**What is expected:** Go through the entries below from the first line and transcribe each one exactly, ending with the line that contains "export class VecchiaTrend".
——————————
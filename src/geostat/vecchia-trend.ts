import {
  choleskyInPlace,
  crossProduct,
  solveLowerInPlace,
  solveLowerTransposedInPlace,
} from '../kernels/index.js';
import type { FieldGeometry } from './field-data.js';
import type { VecchiaFactor } from './vecchia-factor.js';

/** Generalised least squares of the whole network through a Vecchia factor: G = FᵀUUᵀF stands for FᵀV⁻¹F. */
export class VecchiaTrend {
  /** Cholesky factor of G: p × p, row-major, lower triangle. */
  readonly factor: Float64Array;
  readonly #geometry: FieldGeometry;
  readonly #u: VecchiaFactor;
  /** UᵀF: n × p, by steps. */
  readonly #whitened: Float64Array;

  /**
   * @param u  as refreshed; it must not be refreshed while this trend is in use
   * @throws MATRIX_NOT_POSITIVE_DEFINITE
   */
  constructor(geometry: FieldGeometry, u: VecchiaFactor) {
    const { n, p, trend } = geometry;
    this.#geometry = geometry;
    this.#u = u;
    this.#whitened = new Float64Array(n * p);
    u.whiten(trend, p, this.#whitened);
    this.factor = new Float64Array(p * p);
    crossProduct(this.#whitened, p, this.#whitened, p, n, this.factor);
    choleskyInPlace(this.factor, p);
  }

  /** ln|G|. */
  get logDeterminant(): number {
    const { p } = this.#geometry;
    let sum = 0;
    for (let c = 0; c < p; c++) sum += 2 * Math.log(this.factor[c * p + c]);
    return sum;
  }

  /** β̂ = G⁻¹FᵀUUᵀz (p). */
  coefficientsOf(z: Float64Array): Float64Array {
    const { n, p } = this.#geometry;
    const y = new Float64Array(n);
    this.#u.whiten(z, 1, y);
    const beta = new Float64Array(p);
    crossProduct(this.#whitened, p, y, 1, n, beta);
    this.#solve(beta);
    return beta;
  }

  /** G⁻¹ (p × p), the covariance of β̂. */
  coefficientCovariance(): Float64Array {
    const { p } = this.#geometry;
    const out = new Float64Array(p * p);
    for (let c = 0; c < p; c++) {
      out[c * p + c] = 1;
      // A symmetric inverse: its rows are its columns.
      this.#solve(out.subarray(c * p, (c + 1) * p));
    }
    return out;
  }

  /** UᵀF·G⁻¹ (n × p, by steps). */
  whitenedOverFactor(): Float64Array {
    const { n, p } = this.#geometry;
    const out = Float64Array.from(this.#whitened);
    for (let step = 0; step < n; step++) this.#solve(out.subarray(step * p, (step + 1) * p));
    return out;
  }

  /** UᵀF·chol(G)⁻ᵀ (n × p, by steps). */
  whitenedOverRoot(): Float64Array {
    const { n, p } = this.#geometry;
    const out = Float64Array.from(this.#whitened);
    for (let step = 0; step < n; step++) {
      solveLowerInPlace(this.factor, p, out.subarray(step * p, (step + 1) * p));
    }
    return out;
  }

  /** chol(G)⁻¹Fᵀx (p) of x (stations). */
  rootTimes(x: Float64Array): Float64Array {
    const { n, p, trend } = this.#geometry;
    const out = new Float64Array(p);
    crossProduct(trend, p, x, 1, n, out);
    solveLowerInPlace(this.factor, p, out);
    return out;
  }

  /** Weights UUᵀF·G⁻¹r (stations) by which r·β̂ hangs on the data. */
  weightsOf(r: Float64Array): Float64Array {
    const { n, p } = this.#geometry;
    const solved = Float64Array.from(r);
    this.#solve(solved);
    const y = new Float64Array(n);
    for (let step = 0; step < n; step++) {
      for (let c = 0; c < p; c++) y[step] += this.#whitened[step * p + c] * solved[c];
    }
    const out = new Float64Array(n);
    this.#u.unwhiten(y, out);
    return out;
  }

  #solve(x: Float64Array): void {
    const { p } = this.#geometry;
    solveLowerInPlace(this.factor, p, x);
    solveLowerTransposedInPlace(this.factor, p, x);
  }
}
——————————
**Written response:**
filename src/geostat/vecchia-trend.ts
import {
  choleskyInPlace,
  crossProduct,
  solveLowerInPlace,
  solveLowerTransposedInPlace,
} from '../kernels/index.js';
import type { FieldGeometry } from './field-data.js';
import type { VecchiaFactor } from './vecchia-factor.js';

/** Generalised least squares of the whole network through a Vecchia factor: G = FᵀUUᵀF stands for FᵀV⁻¹F. */
export class VecchiaTrend {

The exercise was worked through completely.